Garlic is a unique and rewarding crop, prized for its flavor and longevity in storage. Unlike most vegetables grown from true botanical seeds, garlic propagation relies on planting vegetative material, which are genetic clones of the parent plant. Understanding how and when to harvest and prepare these structures ensures the best quality bulbs for the following planting season.
Understanding Garlic Propagation Material
Many gardeners use the term “garlic seeds,” but garlic rarely produces traditional botanical seeds. True garlic seeds result from sexual reproduction, primarily used by breeders to create new varieties. This method is difficult for the average home grower due to low viability (10 to 15%) and requires specialized techniques and a multi-year commitment to produce a usable bulb.
The two primary materials for propagation are cloves and bulbils, both involving asexual reproduction. Cloves are the individual segments found within the main underground bulb, and they are the most common and reliable planting material, yielding a full-sized bulb in a single season. Bulbils are tiny aerial cloves that form in the flower head, or scape, of hardneck garlic varieties and are often what people are referring to when they mention “garlic seeds.”
Harvesting Garlic Bulbils
Bulbils offer a clean, disease-free method of multiplying a variety, though it requires more patience than planting cloves. To harvest them, allow the scape to remain on the plant, refraining from the common practice of cutting it in early summer to encourage larger bulb growth. Bulbils are ready for harvest when the scape has fully matured, typically in late summer, and the cluster has expanded and split open the protective sheath.
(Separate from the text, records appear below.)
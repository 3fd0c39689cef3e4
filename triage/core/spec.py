"""Model specification: the target, the terms, weights, filter and categorical coding.

Terms are written either as a comma list (``distance_km, log(weight_kg), depot,
stops:weight_kg``) or in the Wilkinson–Rogers form (``minutes ~ distance_km + depot +
stops:weight_kg``), where ``a*b`` means ``a + b + a:b``. A small hand-written tokenizer
and recursive-descent parser read them; nothing is ever evaluated as Python.
"""

from __future__ import annotations

import datetime
import math
import re
from dataclasses import dataclass, field, replace
from types import MappingProxyType
from typing import TYPE_CHECKING, Final, Literal, NoReturn, TypeAlias, cast

import polars as pl

from triage.core.filter import closest_names_hint, filter_columns, parse_filter
from triage.errors import SpecError

if TYPE_CHECKING:
    from collections.abc import Callable, Mapping, Sequence

    from triage._typing import TermKind

Transform: TypeAlias = Literal["log", "log1p", "sqrt", "square", "pow", "poly", "std"]
"""A numeric transform applied to one column."""

SchemaLike: TypeAlias = "Mapping[str, pl.DataType | type[pl.DataType]]"
"""Column name -> polars data type, as `polars.Schema` or a plain dict."""

ONE_ARG_TRANSFORMS: Final = frozenset({"log", "log1p", "sqrt", "square", "std"})
"""Transforms written `f(x)`."""

POWER_TRANSFORMS: Final = frozenset({"pow", "poly"})
"""Transforms written `f(x, k)` with an integer `k` >= 2."""

TARGET_TRANSFORMS: Final = frozenset({"log", "log1p", "sqrt"})
"""Transforms a target may take (``log(cost) ~ ...``)."""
Cut the entire scape head from the plant or wait until the plant begins to die back naturally. Once removed, the bulbils need a short drying period to prepare them for storage. Spread the clusters in a single layer in a well-ventilated area, away from direct sunlight, for a few days to condition them. When planted in the fall, these bulbils produce small, single-cloved bulbs (“rounds”) in their first year, which are then replanted to yield a full, segmented bulb in the second season.
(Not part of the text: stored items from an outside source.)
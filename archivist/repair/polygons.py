"""The polygon repairs: overlaps, thin gaps, near-coincident edges, slivers, same-unit neighbours.

Each repair finds its defects with the check's own analyses (the coverage
analysis of :mod:`archivist.analysis.coverage`, the sliver thresholds, the
same-neighbour rule) run on the working copy, so what it repairs is what
``archivist check`` reports, and works on whole arrays (shapely 2, numpy,
STRtree); the Python loops run over defects, never over every polygon.

Bounds every repair keeps (tests hold them against GEOS):

* a polygon changes only by the area logged for it (an overlap piece it lost,
  a gap piece it gained, a sliver or neighbour merged into it) and by vertex
  moves no longer than the snapping distance (``[checks] tolerance``);
* a unit code changes only where a polygon is merged into another (logged);
* running a repair on its own output changes nothing.
"""

from __future__ import annotations

from dataclasses import dataclass, field, replace
from typing import Any, Iterable

import geopandas as gpd
import numpy as np
import pandas as pd
import shapely
from shapely.errors import GEOSException

from ..analysis.alignment import Alignment
from ..analysis.arrays import group_tables, merge_by_group, present, segment_lines, segments, spans, union_by_group, widths
from ..analysis.context import CheckContext
from ..analysis.coverage import mean_width, noise_floor
from ..analysis.guard import elementwise
from ..analysis.messages import ABOVE
from ..analysis.nearness import dwithin_pairs, length_near, near_parts
from ..analysis.polygons import polygonal
from ..project import Layer
from .model import FEATURE_ID, SOURCE_LAYER, Change, Left, RepairSettings, RepairState
from .registry import repair

MERGE_STRATEGY = {"longest-border": "longest_border", "larger": "max_area"}


# ---------------------------------------------------------------- the working copy as the check sees it

def _context(state: RepairState) -> CheckContext:
    """A check context over the working copy (its units and lines in place of the project's).

    One per version of the working units: while a repair leaves them as they
    are, the next one reads the same analyses (the check before the repairs
    hands in its own, :data:`CHECKED`, made for the units as read).
    """
    hit = state.analyses.get(CHECKED)
    if hit is not None and hit[0] is state.units:
        return hit[1]
    ctx = _new_context(state)
    state.analyses[CHECKED] = (state.units, ctx)
    return ctx
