@rule("crs-axis-swap-suspected", family="crs", severity="error")
def crs_axis_swap_suspected(project: MapProject, ctx: CheckContext) -> Iterator[Hit]:
    """Coordinates make sense only with x and y (or longitude and latitude) swapped.

    Catches
    -------
    Features that, read as their CRS says, fall outside where the map can be,
    but fall inside it with x and y exchanged: a projected layer whose
    northings were loaded as eastings, or a geographic layer with latitude in
    the longitude column. "Where the map can be" is the CRS's area of use
    from the EPSG dataset (with a 1° margin); when that area spans more than
    20° of longitude or latitude ("World" for EPSG:4326, or the 84° height
    of a UTM zone) it is the extent of the other layers, padded by their own
    size. A whole layer swapped (or more than 20 features) gives one finding;
    a few swapped features in an otherwise good layer give one finding each.
    It cannot tell a swap when both orders fit (a small map near the 45°
    line in a geographic CRS with no other layer to compare with).

    Why it matters
    --------------
    Swapped axes put the data in another continent or ocean; a reader, a
    database or a repository harvester that trusts the CRS shows it there.
    It is one of the commonest mistakes when a coordinate table is imported.

    Fix
    ---
    Re-import the table with x and y (or longitude and latitude) columns the
    right way round, or swap them in the manifest (`x_field`/`y_field`); for
    a GIS layer, check the axis order option of the import.

    Example
    -------
    Sample points at (6797815, 487880) in EPSG:32633 on a map whose other
    layers lie around (484000, 6795000) give "layers.samples
    (map.gpkg:samples): all 33 features fit where the other layers are only
    with x and y swapped".
    """
    placed_all = ctx.placements()
    for role, (suspect, ref, from_layers) in ctx.swap_suspects().items():
        placed = placed_all[role]
        layer = project.sources[role]
        n, total = int(suspect.sum()), int(placed.present.sum())
        where = "where the other layers are" if from_layers else f"the area of use of {_label(placed.crs)} ({box_words(ref)})"
        if n == total or n > 20:
            b = placed.bounds[suspect]
            geometry = box(np.nanmin(b[:, 0]), np.nanmin(b[:, 1]), np.nanmax(b[:, 2]), np.nanmax(b[:, 3]))
            ids = tuple(layer.ids[suspect][:20])
            yield Hit(
                f"layers.{role} ({layer.source}): {f'all {n} features' if n == total else f'{n} of {total} features'} fit {where} "
                f"only with x and y swapped (the layer's x runs {np.nanmin(b[:, 0]):.6g} to {np.nanmax(b[:, 2]):.6g}, "
                f"y {np.nanmin(b[:, 1]):.6g} to {np.nanmax(b[:, 3]):.6g}).",
                layer=role,
                features=ids,
                geometry=geometry,
            )
            continue
        geoms = layer.geometry
        for i in np.flatnonzero(suspect):
            x0, y0, x1, y1 = placed.bounds[i]
            yield Hit(
                f"layers.{role} feature {layer.ids[i]} at ({x0:.6g}, {y0:.6g}) fits {where} only with x and y swapped.",
                layer=role,
                features=(layer.ids[i],),
                geometry=geoms[i],
            )


@rule("crs-geographic", family="crs", severity="warning")
def crs_geographic(project: MapProject, ctx: CheckContext) -> Iterator[Hit]:
    """The map CRS is geographic (degrees) where area and length checks need a projected one.

    Catches
    -------
    A `map.crs` in longitude/latitude (EPSG:4326, EPSG:4258...). The finding
    suggests a UTM CRS from the EPSG dataset (pyproj's
    `query_utm_crs_info`) whose area of use holds the centre of the map,
    on the map's own datum where the dataset has UTM zones for it, and says
    when the map spans more than one zone.

    Why it matters
    --------------
    Degrees are not a length: a degree of longitude is 111 km at the equator
    and half that at 60°. Sliver areas, widths, tolerances and distances in
    map units then mean different things across the map, and the printed
    scale cannot be honoured.

    Fix
    ---
    Reproject the project to a projected CRS suited to the area (the
    suggested UTM zone, or the national grid that is local practice) and set
    `map.crs` to it. The suggestion is a starting point; the mapper and local
    practice decide.

    Example
    -------
    A map in EPSG:4326 around 14.7°E 61.3°N gives "map.crs EPSG:4326 (WGS 84)
    is geographic ...; EPSG:32633 (WGS 84 / UTM zone 33N) covers the map's
    centre".
    """
    crs = project.crs
    if crs is None or not crs.is_geographic:
        return
    boxes = [p.box() for p in ctx.placements().values()]
    boxes = [b for b in boxes if b is not None]
    text = f"map.crs {_label(crs)} is geographic (degrees): areas, lengths and tolerances need a projected CRS"
    if not boxes:
        yield Hit(text + ".", layer="manifest")
        return
    b = np.array(boxes)
    full = (b[:, 0].min(), b[:, 1].min(), b[:, 2].max(), b[:, 3].max())
    suggestion, zones = suggest_projected(full, crs)
    if suggestion is None:
        yield Hit(f"{text}; no UTM zone covers the map ({box_words(full)}): use a polar or national projected CRS.", layer="manifest")
        return
    span = f"; the map spans {zones} UTM zones" if zones > 1 else ""
    yield Hit(
        f"{text}; for the map's extent ({box_words(full)}) {_label(suggestion)} covers the map's centre{span}.",
        layer="manifest",
    )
Harvesting and Curing the Main Bulbs
The main underground bulbs require precise timing for harvest. The best indicator is the plant’s foliage, which signals when the bulb has finished sizing up and the protective outer wrappers are beginning to dry. Growers aim to harvest when approximately half of the lower leaves have yellowed and died back, leaving four to six green leaves still active at the top of the plant.
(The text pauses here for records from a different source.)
"""The repair run as a whole: the copy, the log against `diff`, the example bundle, the CLI, provenance."""

from __future__ import annotations

import json
import sys
from pathlib import Path

import jsonschema
import pyogrio
import pytest
import shapely
from click.testing import CliRunner
from shapely.geometry import box

sys.path.insert(0, str(Path(__file__).resolve().parent))

from builders import copy_bundle, edit_layer, edit_manifest, tree_digest  # noqa: E402
from test_repair_worked import TOPOLOGY, square  # noqa: E402

from archivist.cli import cli  # noqa: E402
from archivist.diff import diff  # noqa: E402
from archivist.engine import check  # noqa: E402
from archivist.manifest import load_schema  # noqa: E402
from archivist.repair.api import repair  # noqa: E402

# tolerance 0.05 m so that the overlap (0.1 m wide) and the sliver are beyond what diff lets pass
FIVE = [box(0, 0, 5.1, 5), box(5, 0, 10, 5), box(0, 5, 5, 10), box(5.3, 5, 10, 10), box(5, 5, 5.3, 10)]


def five(tmp_path: Path, name: str = "five") -> Path:
    return square(tmp_path, FIVE, ["A", "B", "C", "D", "E"], checks={"tolerance": 0.05}, name=name)
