@dataclass(frozen=True)
class PartitionResult:
    """What one partition found; picklable.

    ``hits``: (rule id, hit, x, y, trusted) for every hit, ``x``/``y`` its
    representative point (NaN when it has none). ``failed``: rules GEOS
    stopped here. ``notes``: the notes the partition's analyses made.
    ``tallies``: (rule id, name, exact sum) of the values of each settled
    rule's tallies whose point lies in the partition's core (see
    :class:`archivist.registry.Settle`).
    """

    index: int
    hits: tuple[tuple[str, Hit, float, float, bool], ...]
    failed: tuple[str, ...]
    notes: tuple[str, ...]
    tallies: tuple[tuple[str, str, ExactSum], ...] = ()

    def __reduce__(self) -> tuple[Any, tuple[Any, ...]]:
        """Pickled with the hits' geometries as one array of WKB, written and read by shapely in one call each.

        A shapely geometry pickles as its own WKB, one Python call each way:
        the 11 330 hits of one of two partitions of a 10^5-polygon map with 1 %
        defects took 0.1 s to read back in the parent, which waits for it.
        WKB holds every coordinate's 64 bits, so the geometries come back the
        same to the last bit, as one at a time (with their SRID, as shapely
        pickles them).
        """
        import shapely

        geoms = np.array([h.geometry for _, h, _, _, _ in self.hits], dtype=object)
        wkb = shapely.to_wkb(geoms, include_srid=True) if len(geoms) else geoms
        rows = tuple((rid, _hit_fields(hit), x, y, t) for rid, hit, x, y, t in self.hits)
        return _result_from, (self.index, rows, wkb, self.failed, self.notes, self.tallies)


_HIT_FIELDS = tuple(f.name for f in fields(Hit) if f.name != "geometry")


def _hit_fields(hit: Hit) -> tuple[Any, ...]:
    return tuple(getattr(hit, name) for name in _HIT_FIELDS)


def _result_from(index: int, rows: tuple[Any, ...], wkb: np.ndarray, failed: tuple[str, ...], notes: tuple[str, ...],
                 tallies: tuple[Any, ...]) -> PartitionResult:
    """A :class:`PartitionResult` from what its ``__reduce__`` wrote."""
    import shapely

    geoms = shapely.from_wkb(wkb) if len(wkb) else wkb
    hits = tuple((rid, Hit(**dict(zip(_HIT_FIELDS, values)), geometry=g), x, y, t)
                 for (rid, values, x, y, t), g in zip(rows, geoms))
    return PartitionResult(index, hits, failed, notes, tallies)


def places_of(hits: Sequence[Hit]) -> tuple[np.ndarray, np.ndarray, np.ndarray]:
    """Each hit's representative point and the box around its geometry and that point, for all hits at once.

    The point is the one its finding takes (:func:`archivist.analysis.arrays.hit_points`).
    Returns x, y (NaN where the hit has neither a point nor a geometry that
    is not empty) and the boxes (xmin, ymin, xmax, ymax: the geometry's
    bounds grown to take in the point; NaN where there is neither).
    """
    import shapely

    from .analysis.arrays import hit_points

    geoms, shown, xs, ys = hit_points(hits)
    boxes = np.full((len(hits), 4), np.nan)
    if shown.any():
        boxes[shown] = shapely.bounds(geoms[shown])
    boxes[:, 0], boxes[:, 1] = np.fmin(boxes[:, 0], xs), np.fmin(boxes[:, 1], ys)
    boxes[:, 2], boxes[:, 3] = np.fmax(boxes[:, 2], xs), np.fmax(boxes[:, 3], ys)
    return xs, ys, boxes


def trusted(grid: Grid, marked: np.ndarray, boxes: np.ndarray, reach: float) -> np.ndarray:
    """Whether each box (xmin, ymin, xmax, ymax; NaN for none), grown by ``reach``, lies on marked cells only.

    The grid spans every feature of the map (:func:`plan_partitions`), so
    beyond it the whole map holds nothing, as the partition does: what of a
    box lies off the grid needs no cell (a finding along the map edge, whose
    reach runs off the map, is trusted by the partition holding the cells
    along it).
    """
    ok = np.isfinite(boxes).all(axis=1)
    if not ok.any():
        return ok
    b = boxes[ok] + np.array([-reach, -reach, reach, reach])
    r = grid.boxes(b)  # the cells of the part of each box on the grid
    cells = (r[:, 2] - r[:, 0] + 1) * (r[:, 3] - r[:, 1] + 1)
    out = ok.copy()
    out[ok] = _marked_in(_table(marked), r) == cells
    return out


@dataclass(frozen=True)
class InheritedTask:
    """A partition task for a :class:`ForkPool` process: the key of the project it inherited and the partition."""

    source: str
    part: Partition
    rules: tuple[str, ...]
    grid: Grid
    reach: float
    left_out: tuple[str, ...] = ()
    scale: float | None = None


def run_inherited(task: InheritedTask) -> PartitionResult:
    """:func:`run_partition` of the partition ``task`` names, cut from the project this process inherited."""
    project = _SHARED.get(task.source)
    if project is None:
        raise RuntimeError(f"this worker process was not forked with the project {task.source}")
    part = task.part
    return run_partition(PartitionTask(part.index, sub_project(project, part), task.rules, task.grid, part.marked,
                                       task.reach, task.left_out, part.core, task.scale))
Harvesting too early results in small bulbs that have not reached their full potential, while waiting too long causes the mature bulb to split its protective wrappers underground, which greatly reduces its storage life. When the timing is right, resist the temptation to pull the plants by the stem, as this can easily separate the stem from the bulb. Instead, use a garden fork or spade to gently loosen the soil several inches away from the plant, carefully lifting the entire bulb, stem, and roots from the ground.
After harvest, gently brush away the excess soil from the bulbs, taking care not to scrape or wash them, as moisture can encourage mold and rot during curing. Curing prepares the bulbs for long-term storage and subsequent replanting. The bulbs, with their leaves and stems still attached, must be dried in a dark, warm, and well-ventilated space, such as a shed or covered porch.
This drying process typically takes between three and six weeks, depending on the humidity and air circulation of the curing area. During this time, the protective wrappers around the bulb constrict and develop a papery, parchment-like texture, sealing the cloves inside. Curing is complete when the stem near the bulb is completely dry and firm, a structure that helps prevent the entry of pathogens and moisture, ensuring the cloves remain viable for planting in the fall.